= Teach-back method =

Communication method used by healthcare providers

The teach-back method, also referred to as "show-me" method, is a communication confirmation method used by healthcare providers to confirm whether a patient (or care takers) understands what is being explained to them. If a patient understands, they are able to "teach-back" the information accurately. This is a communication method intended to improve health literacy.

There can be a significant gap in the perception of how much a patient needs information, or how effective a provider's communication is. This can be due to various reasons such as a patient not understanding medical terminology, not feeling comfortable asking questions or even cognitive impairment. Not only does the teach-back method help providers understand the patient's needs in understanding their care, it also allows providers to evaluate their communication skills. Case studies led by the National Quality Forum on the informed consent processes of various hospitals found that those that effectively used the teach-back method benefited in areas of quality, patient safety, risk management and cost/efficiency.

== The method ==
The National Quality Forum describes the practice as follows:

Who should use the method→ Any healthcare providers. E.g. physicians, nurses, healthcare professionals

What should patients teach-back→Information about their diagnosis, treatment plan, medications, risks and benefit of treatment, etc.
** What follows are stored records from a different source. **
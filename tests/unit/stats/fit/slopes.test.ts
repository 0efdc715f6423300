import { logLikelihood } from '$lib/stats/fit/log-likelihood';
import { slopes } from '$lib/stats/fit/slopes';
import { copyLevels, type TrialLevels } from '$lib/stats/fit/trial-levels';
import { workspace, type Workspace } from '$lib/stats/fit/workspace';
import { describe, expect, it } from 'vitest';
import { dataOf, levelsOf, plainLogLikelihood, probabilities, type Problem } from './plain';

const shots = [12, 40, 66, 31, 9, 3];
const situations: { name: string; problem: Problem; levels: TrialLevels }[] = [
  {
    name: 'levels alone, with sure and impossible trials',
    problem: { shots: [0, ...shots], trials: 9 },
    levels: levelsOf(
      [
        [0.15, 4],
        [0.4, 1],
        [0.72, 2]
      ],
      { ones: 1, zeros: 1 }
    )
  },
  {
    name: 'a lump',
    problem: { shots: shots.slice(0, 4), trials: 9, lump: { from: 4, shots: 17 } },
    levels: levelsOf([
      [0.15, 5],
      [0.3, 3],
      [0.8, 1]
    ])
  },
  {
    name: 'an opening row',
    problem: { shots: [0, 0, 0, ...shots.slice(3)], trials: 9, below: { to: 2, shots: 118 } },
    levels: levelsOf(
      [
        [0.15, 5],
        [0.3, 2],
        [0.8, 1]
      ],
      { ones: 1 }
    )
  },
  {
    name: 'lumps at both ends, counts between never seen',
    problem: {
      shots: [0, 0, 0, 31, 9, 0],
      trials: 9,
      below: { to: 1, shots: 52 },
      lump: { from: 6, shots: 5 }
    },
    levels: levelsOf([
      [0.2, 5],
      [0.6, 3],
      [0.8, 1]
    ])
  },
  {
    name: 'a Poisson part and lumps at both ends',
    problem: {
      shots: [0, 0, 66, 31],
      trials: null,
      below: { to: 1, shots: 52 },
      lump: { from: 4, shots: 17 }
    },
    levels: levelsOf([[0.25, 3]], { zeros: Infinity, poissonPart: 1.4 })
  },
  {
    name: 'empty shots set aside',
    problem: { shots, trials: 9, withoutEmpty: true },
    levels: levelsOf([
      [0.1, 4],
      [0.35, 5]
    ])
  },
  {
    name: 'empty shots set aside, and a lump',
    problem: { shots: shots.slice(0, 4), trials: 9, withoutEmpty: true, lump: { from: 4, shots: 17 } },
    levels: levelsOf([
      [0.1, 4],
      [0.35, 5]
    ])
  },
  {
    name: 'a Poisson part',
    problem: { shots, trials: null },
    levels: levelsOf(
      [
        [0.25, 3],
        [0.55, 1]
      ],
      { zeros: Infinity, poissonPart: 0.9 }
    )
  },
  {
    name: 'a Poisson part and a lump',
    problem: { shots: shots.slice(0, 4), trials: null, lump: { from: 4, shots: 17 } },
    levels: levelsOf([[0.25, 3]], { zeros: Infinity, poissonPart: 1.4 })
  }
];

function moved(levels: TrialLevels, j: number, by: number): TrialLevels {
  const out = copyLevels(levels);
  if (j < out.p.length) out.p[j] += by;
  else out.poissonPart += by;
  return out;
}

function gradientAt(space: Workspace, levels: TrialLevels): number[] {
  logLikelihood(space, levels);
  // A copy: the next call overwrites it.
  return Array.from(slopes(space, levels).gradient);
}

describe.each(situations)('slopes with $name', ({ problem, levels }) => {
  const space = workspace(dataOf(problem));
  const value = (at: TrialLevels) => plainLogLikelihood(problem, probabilities(at), at.poissonPart);
  const size = levels.p.length + (levels.poissonPart > 0 ? 1 : 0);

  it('the likelihood itself is the plain one', () => {
    expect(logLikelihood(space, levels)).toBeCloseTo(value(levels), 9);
  });

  it('first derivatives agree with differences of the plain likelihood', () => {
    const got = gradientAt(space, levels);
    expect(got).toHaveLength(size);
    const step = 1e-4;
    for (let j = 0; j < size; j++) {
      const differ = (h: number) => (value(moved(levels, j, h)) - value(moved(levels, j, -h))) / (2 * h);
      // Richardson: the error of a central difference falls with the square of its step.
      const want = (4 * differ(step / 2) - differ(step)) / 3;
      expect(Math.abs(got[j] - want)).toBeLessThan(1e-6 * (1 + Math.abs(want)));
    }
  });

  it('second derivatives agree with differences of the first', () => {
    logLikelihood(space, levels);
    const hessian = Array.from(slopes(space, levels).hessian);
    const step = 1e-4;
    for (let k = 0; k < size; k++) {
      const up = gradientAt(space, moved(levels, k, step));
      const down = gradientAt(space, moved(levels, k, -step));
      for (let j = 0; j < size; j++) {
        const want = (up[j] - down[j]) / (2 * step);
        expect(Math.abs(hessian[j * size + k] - want), `${j} ${k}`).toBeLessThan(
          1e-5 * (10 + Math.abs(want))
        );
      }
    }
  });
});

describe('the Fisher part of the Hessian', () => {
  it('is positive semidefinite, and the whole of it for one trial', () => {
    // One trial: f is linear in p, so that −L″ is the Fisher part alone.
    const space = workspace(dataOf({ shots: [60, 40], trials: 1 }));
    const levels = levelsOf([[0.3, 1]]);
    logLikelihood(space, levels);
    const { fisher, hessian } = slopes(space, levels);
    expect(fisher[0]).toBeCloseTo(60 / 0.7 ** 2 + 40 / 0.3 ** 2, 9);
    expect(hessian[0]).toBeCloseTo(-fisher[0], 9);
  });
});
When to ask for teach-back→ Early in the care process

Why is it important→Many patients have difficulty understanding medical information.

How→When asked to teach-back, patients should be able to clearly describe or explain the information provided to them.

Depending on the patient's successful or unsuccessful teach-back, the provider will clarify or modify the information and reassess the teach-back to confirm the patient's comprehension and understanding.

== Knowledge retention ==
The cycle of reassessing and teaching back to confirm comprehension has been found to improve knowledge retention and lower readmission rates in heart failure patients.

Beyond healthcare literacy, the teach-back method can be utilized in academic and professional settings as well. Teachers often create feedback loops in which the instructor asks the student to share what they heard, and promote peer to peer coaching where students explain what they just learned to other students. Retention is also most positively impacted in participatory learning environments, when students participate in group discussions, practice by doing, and teaching others.